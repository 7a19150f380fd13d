// Package network holds reaction-network models: species, parameters,
// compartments and reactions with their rate laws, read from and written to
// JSON model files, checked for mistakes (Validate), analysed (stoichiometry,
// conservation laws) and compiled into an ODE system with an exact,
// allocation-free Jacobian (Compile).
//
// The state of a compiled System is the concentration of every species, in
// the order the model lists them. Fixed species stay in the state with a zero
// derivative.
package network

import (
	"fmt"
	"slices"
	"strconv"
	"strings"
)

// Format is the value of the "format" key that model files must carry.
const Format = "kinetarium.model/1"

// Names of the built-in rate laws (see Laws and LawNamed for all).
const (
	MassAction      = "mass_action"      // k·Π[reactant]^coef (− k_reverse·Π[product]^coef)
	MichaelisMenten = "michaelis_menten" // vmax·S/(km+S) or kcat·E·S/(km+S)
	Expression      = "expression"       // any expression over species, parameters, assignments and t
)

// DefaultCompartment is the name of the implicit compartment of volume 1
// used when a model declares none.
const DefaultCompartment = "default"

// Model is a reaction network with its simulation settings.
type Model struct {
	Title        string
	Note         string // free text shown with the model
	Units        Units
	Compartments []Compartment
	Species      []Species
	Parameters   []Parameter
	Assignments  []Assignment
	Reactions    []Reaction
	Events       []Event
	Rates        []RateRule // time derivatives of species and parameters (see RateRule)
	Simulation   Simulation
	Layout       Layout // where the diagram draws each item; optional

	source *sourceMap // where Read found each item; nil for models built in code
}

// Units name the units of time and amount (concentration) used by the
// model. They are labels only; nothing is converted (the compartments'
// units of volume, Compartment.Unit, are what make volumes comparable).
// MoleculesPerAmount, when not zero, is the number of molecules in one
// amount unit × one volume unit, for stochastic runs (see
// MoleculesPerAmount, which also knows molar units).
type Units struct {
	Time, Amount       string
	MoleculesPerAmount float64
}

// Compartment is a well-mixed volume. Species concentrations are per
// compartment volume. Unit is the unit of Volume (L, mL, uL, fL; see
// VolumeUnits); empty means the unit of the compartments that give one,
// or no unit at all when none does.
type Compartment struct {
	Name   string
	Volume float64
	Unit   string
	Note   string
}

// Species is a chemical species. Initial is its initial concentration.
// Compartment names its compartment; empty means the first compartment (or
// the implicit one). A fixed species keeps its concentration.
type Species struct {
	Name        string
	Initial     float64
	Compartment string
	Fixed       bool
	Note        string
}

// Parameter is a named constant usable in rate laws.
type Parameter struct {
	Name  string
	Value float64
	Unit  string
	Note  string
}

// Assignment is a named quantity computed from species, parameters, other
// assignments and t, such as E_total = E + ES. Assignments can be used in
// rate expressions, are plotted and exported beside the species, and can be
// read out and fitted.
type Assignment struct {
	Name       string
	Expression string
	Unit       string
	Note       string
}

// Event is a change of the state or of a parameter during a run: a dose, a
// washout, an infusion, a switch. It has one timing — At (once, or Count
// times Every apart), When (each time a condition turns true; only the
// first time with Once), or From and To (an infusion over that interval,
// repeated Count times Every apart) — and its actions, applied in order.
type Event struct {
	Name  string
	Note  string
	At    Value // time of the first (or only) occurrence
	Every Value // interval between occurrences
	Count int   // number of occurrences (with Every)
	When  string
	Once  bool
	From  Value // start of an infusion
	To    Value // end of an infusion
	// Add raises species by amounts; Set gives species or parameters new
	// values (expressions evaluated with the values just before the
	// event); Infuse feeds species at a constant amount per time from From
	// to To.
	Add, Set, Infuse []Change
}

// Change is one action of an event: its target (a species or parameter)
// and its value, the text of a number, a parameter name or an
// expression.
type Change struct {
	Target string
	Value  string
}

// Reaction is one reaction: an equation such as "E + S <=> ES" and its rate
// law.
type Reaction struct {
	Name     string
	Equation string
	Rate     Rate
	Note     string
}

// Rate is a rate law: the law's name and the values of its fields (see
// Law.Fields). Args holds the parameter and species fields with their
// keys in model files ("k", "k_reverse", "vmax", "km", "kcat", "enzyme",
// …), each key once, in the order of the keys (a law has a handful, so a
// short list costs a fraction of a map); read a field with Arg, treat the
// list as read-only and change a field with With, so that copies of a
// Rate never share changes. Expression is the text of the expression law.
type Rate struct {
	Law        string
	Args       []Arg
	Expression string
}

// Arg is one field of a rate law: its key in model files and its value.
type Arg struct {
	Key   string
	Value Value
}

// Arg returns the value of the field key (unset when absent).
func (r Rate) Arg(key string) Value {
	for _, a := range r.Args {
		if a.Key == key {
			return a.Value
		}
	}
	return Value{}
}

// With returns a copy of r whose field key holds v (an unset v removes
// it). r itself is not changed.
func (r Rate) With(key string, v Value) Rate {
	args := make([]Arg, 0, len(r.Args)+1)
	for _, a := range r.Args {
		if a.Key != key {
			args = append(args, a)
		}
	}
	if v.Set {
		args = insertArg(args, key, v)
	}
	if len(args) == 0 {
		args = nil
	}
	r.Args = args
	return r
}

// insertArg sets the field key of the list args, which is in the order of
// the keys, to v: in place when the key is there, else inserted where
// the order puts it.
func insertArg(args []Arg, key string, v Value) []Arg {
	i, found := slices.BinarySearchFunc(args, key, func(a Arg, k string) int { return strings.Compare(a.Key, k) })
	if found {
		args[i].Value = v
		return args
	}
	return slices.Insert(args, i, Arg{key, v})
}

// Equal reports whether r and o are the same law with the same fields.
func (r Rate) Equal(o Rate) bool {
	if r.Law != o.Law || r.Expression != o.Expression || len(r.Args) != len(o.Args) {
		return false
	}
	for _, a := range r.Args {
		if w := o.Arg(a.Key); w != a.Value {
			return false
		}
	}
	return true
}

// NewRate returns a rate of the given law with fields given as key, value
// pairs: NewRate(MassAction, "k", Named("kon"), "k_reverse", Number(0.1)).
// It panics on an odd number of arguments or a key that is not a string,
// which are programming mistakes.
func NewRate(law string, kv ...any) Rate {
	if len(kv)%2 != 0 {
		panic("network.NewRate: odd number of key/value arguments")
	}
	r := Rate{Law: law}
	for i := 0; i < len(kv); i += 2 {
		k, ok := kv[i].(string)
		if !ok {
			panic(fmt.Sprintf("network.NewRate: key %v is not a string", kv[i]))
		}
		switch v := kv[i+1].(type) {
		case Value:
			if v.Set {
				r.Args = insertArg(r.Args, k, v)
			}
		case string:
			r.Args = insertArg(r.Args, k, Named(v))
		case float64:
			r.Args = insertArg(r.Args, k, Number(v))
		case int:
			r.Args = insertArg(r.Args, k, Number(float64(v)))
		default:
			panic(fmt.Sprintf("network.NewRate: value %v of %q is not a Value, name or number", v, k))
		}
	}
	return r
}

// Value is a rate-law field given either as the name of a parameter (Name
// not empty) or as a number (Num). Set reports whether the field is given at
// all. In model files it is written as a JSON string or number.
type Value struct {
	Name string
	Num  float64
	Set  bool
}

// Named returns a Value that refers to a parameter or species by name.
func Named(name string) Value { return Value{Name: name, Set: true} }

// Number returns a Value holding the number v.
func Number(v float64) Value { return Value{Num: v, Set: true} }

// String returns the name, or the number in its shortest form ("12"), or
// "" when the value is not set.
func (v Value) String() string {
	switch {
	case !v.Set:
		return ""
	case v.Name != "":
		return v.Name
	default:
		return strconv.FormatFloat(v.Num, 'g', -1, 64)
	}
}

// Simulation holds the settings of a time-course simulation. A zero field
// means its default (see WithDefaults); Read fills defaults in.
type Simulation struct {
	TEnd   float64 // end time; default 100
	Output Output
	RTol   float64 // relative tolerance; default 1e-6
	ATol   float64 // absolute tolerance; default 1e-12
	// Method is "auto" (default), "rosenbrock", "radau", "bdf" or "explicit".
	Method string
	// NonNegative keeps concentrations ≥ 0 during integration; nil means on.
	NonNegative *bool
	// Display chooses the units results are shown in; empty fields mean
	// the model's own units (Model.Units).
	Display Display
}

// Display holds the units that figures, tables and exports show results
// in, each converted from the model's units (Model.Units) when shown.
// Time is a unit of time ("h"), Concentration a concentration of the
// same kind as the model's ("nM" for a model in uM). An empty field keeps
// the model's unit. The model's stored values never change.
type Display struct {
	Time, Concentration string
}

// Methods lists the accepted values of Simulation.Method.
var Methods = []string{"auto", "rosenbrock", "radau", "bdf", "explicit"}

// Output describes the grid of output times.
type Output struct {
	Points  int    // number of points; default 200
	Spacing string // "linear" (default) or "log"
	// First is the first positive time of a log grid; 0 means TEnd·1e-6.
	First float64
}

// Defaults of Simulation.
const (
	DefaultTEnd    = 100.0
	DefaultPoints  = 200
	DefaultSpacing = "linear"
	DefaultRTol    = 1e-6
	DefaultATol    = 1e-12
	DefaultMethod  = "auto"
)

// WithDefaults returns s with every zero field replaced by its default.
func (s Simulation) WithDefaults() Simulation {
	if s.TEnd == 0 {
		s.TEnd = DefaultTEnd
	}
	if s.Output.Points == 0 {
		s.Output.Points = DefaultPoints
	}
	if s.Output.Spacing == "" {
		s.Output.Spacing = DefaultSpacing
	}
	if s.RTol == 0 {
		s.RTol = DefaultRTol
	}
	if s.ATol == 0 {
		s.ATol = DefaultATol
	}
	if s.Method == "" {
		s.Method = DefaultMethod
	}
	return s
}

// KeepNonNegative reports whether concentrations are to be kept ≥ 0 (the
// default).
func (s Simulation) KeepNonNegative() bool { return s.NonNegative == nil || *s.NonNegative }

// Clone returns a deep copy of m.
func (m *Model) Clone() *Model {
	c := *m
	c.source = nil // positions in the file need not hold for an edited copy
	c.Compartments = append([]Compartment(nil), m.Compartments...)
	c.Species = append([]Species(nil), m.Species...)
	c.Parameters = append([]Parameter(nil), m.Parameters...)
	c.Reactions = append([]Reaction(nil), m.Reactions...)
	for i := range c.Reactions {
		c.Reactions[i].Rate.Args = slices.Clone(c.Reactions[i].Rate.Args) // a list of its own
	}
	c.Assignments = append([]Assignment(nil), m.Assignments...)
	c.Events = append([]Event(nil), m.Events...)
	c.Rates = append([]RateRule(nil), m.Rates...)
	for i := range c.Events {
		e := &c.Events[i]
		e.Add = append([]Change(nil), e.Add...)
		e.Set = append([]Change(nil), e.Set...)
		e.Infuse = append([]Change(nil), e.Infuse...)
	}
	c.Layout = m.Layout.clone()
	if m.Simulation.NonNegative != nil {
		b := *m.Simulation.NonNegative
		c.Simulation.NonNegative = &b
	}
	return &c
}
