package network

import "kinetarium/network/expr"

// massAction is the law of mass action: k·Π[reactant]^coef, minus
// k_reverse·Π[product]^coef for a reversible reaction. Its rate,
// derivatives by species and by its constants have a fast path in System
// (massActionRate and friends below).
type massAction struct{}

func (massAction) Name() string  { return MassAction }
func (massAction) Title() string { return "Mass action" }

func (massAction) Fields() []Field {
	return []Field{
		{Key: "k", Label: "Rate constant", Kind: ParamField},
		{Key: "k_reverse", Label: "Reverse constant", Kind: ParamField,
			Missing: "mass_action on a reversible reaction needs k_reverse, the rate constant of the reverse direction",
			Unused:  "k_reverse applies to reversible reactions only; remove it or write the equation with \"<=>\""},
	}
}

func (massAction) Check(c *LawCheck) []string {
	switch {
	case c.Equation != nil && c.Equation.Reversible:
		return []string{"k", "k_reverse"}
	case c.Equation == nil && c.Rate.Arg("k_reverse").Set:
		// The equation does not read, so whether it is reversible is not
		// known: its own message says what is wrong; say nothing of
		// k_reverse.
		return []string{"k", "k_reverse"}
	}
	return []string{"k"}
}

func (massAction) Rate(r Rate, eq Equation) expr.Node {
	f := productNode(valueNode(r.Arg("k")), eq.Reactants)
	if eq.Reversible {
		return expr.Sub(f, productNode(valueNode(r.Arg("k_reverse")), eq.Products))
	}
	return f
}

func (massAction) Formula(r Rate, eq *Equation) string {
	if eq == nil {
		return ""
	}
	f := productText(orPlaceholder(r.Arg("k")), eq.Reactants)
	if eq.Reversible || r.Arg("k_reverse").Set {
		f += " − " + productText(orPlaceholder(r.Arg("k_reverse")), eq.Products)
	}
	return f
}

// order returns the sum of the coefficients of a side of an equation.
func order(ts []Term) float64 {
	o := 0.0
	for _, t := range ts {
		o += t.Coef
	}
	return o
}

// fieldUnits: k of a step of order m is in Conc^(1−m)/Time.
func (massAction) fieldUnits(eq Equation) map[string]dims {
	return map[string]dims{"k": {1 - order(eq.Reactants), -1}, "k_reverse": {1 - order(eq.Products), -1}}
}

// compileMassAction sets up the fast path of a mass-action reaction.
func (b *builder) compileMassAction(r *rxn, cr *CheckedReaction) {
	r.kind = kindMassAction
	r.k = b.value(cr.Rate.Arg("k"))
	r.f0, r.f1 = b.addTerms(r, cr.Equation.Reactants)
	r.b0, r.b1 = r.f1, r.f1
	if cr.Equation.Reversible {
		r.reversible = true
		r.kr = b.value(cr.Rate.Arg("k_reverse"))
		r.b0, r.b1 = b.addTerms(r, cr.Equation.Products)
	}
	b.paramDep(r, r.k)
	if r.reversible {
		b.paramDep(r, r.kr)
	}
}

// prod returns Π y^coef over ts.
func prod(ts []term, y []float64) float64 {
	p := 1.0
	for _, tm := range ts {
		p *= pw(y[tm.sp], tm.coef)
	}
	return p
}

func (s *System) massActionRate(r *rxn, y []float64) float64 {
	terms := s.terms
	f := s.get(r.k)
	for i := r.f0; i < r.f1; i++ {
		tm := &terms[i]
		f *= pw(y[tm.sp], tm.coef)
	}
	if r.reversible {
		b := s.get(r.kr)
		for i := r.b0; i < r.b1; i++ {
			tm := &terms[i]
			b *= pw(y[tm.sp], tm.coef)
		}
		f -= b
	}
	return f
}

// massActionDeriv adds sign·∂(k·Π y^coef)/∂y into dr.
func (s *System) massActionDeriv(k float64, ts []term, y []float64, sign float64) {
	for j, tj := range ts {
		p := sign * k * dpw(y[tj.sp], tj.coef)
		for i, ti := range ts {
			if i != j {
				p *= pw(y[ti.sp], ti.coef)
			}
		}
		s.dr[tj.slot] += p
	}
}

func (s *System) massActionSpeciesDeriv(r *rxn, y []float64) {
	s.massActionDeriv(s.get(r.k), s.terms[r.f0:r.f1], y, 1)
	if r.reversible {
		s.massActionDeriv(s.get(r.kr), s.terms[r.b0:r.b1], y, -1)
	}
}

// massActionParamDeriv writes ∂rate/∂k and ∂rate/∂k_reverse into the
// reaction's parameter slots (in the order compileMassAction declared
// them; constants given as numbers have no slot).
func (s *System) massActionParamDeriv(r *rxn, y []float64) {
	if r.k.p >= 0 {
		s.dp[s.pslot(r, r.k.p)] += prod(s.terms[r.f0:r.f1], y)
	}
	if r.reversible && r.kr.p >= 0 {
		s.dp[s.pslot(r, r.kr.p)] -= prod(s.terms[r.b0:r.b1], y)
	}
}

====

- [What you need to do] All that is wanted is an exact copy of the lines above from the one with "is given at" through the one with "tolerance; default 1e-6", with both ends included.

- [Result of the task]
// not empty) or as a number (Num). Set reports whether the field is given at
// all. In model files it is written as a JSON string or number.
type Value struct {
	Name string
	Num  float64
	Set  bool
}

// Named returns a Value that refers to a parameter or species by name.
func Named(name string) Value { return Value{Name: name, Set: true} }

// Number returns a Value holding the number v.
func Number(v float64) Value { return Value{Num: v, Set: true} }

// String returns the name, or the number in its shortest form ("12"), or
// "" when the value is not set.
func (v Value) String() string {
	switch {
	case !v.Set:
		return ""
	case v.Name != "":
		return v.Name
	default:
		return strconv.FormatFloat(v.Num, 'g', -1, 64)
	}
}

// Simulation holds the settings of a time-course simulation. A zero field
// means its default (see WithDefaults); Read fills defaults in.
type Simulation struct {
	TEnd   float64 // end time; default 100
	Output Output
	RTol   float64 // relative tolerance; default 1e-6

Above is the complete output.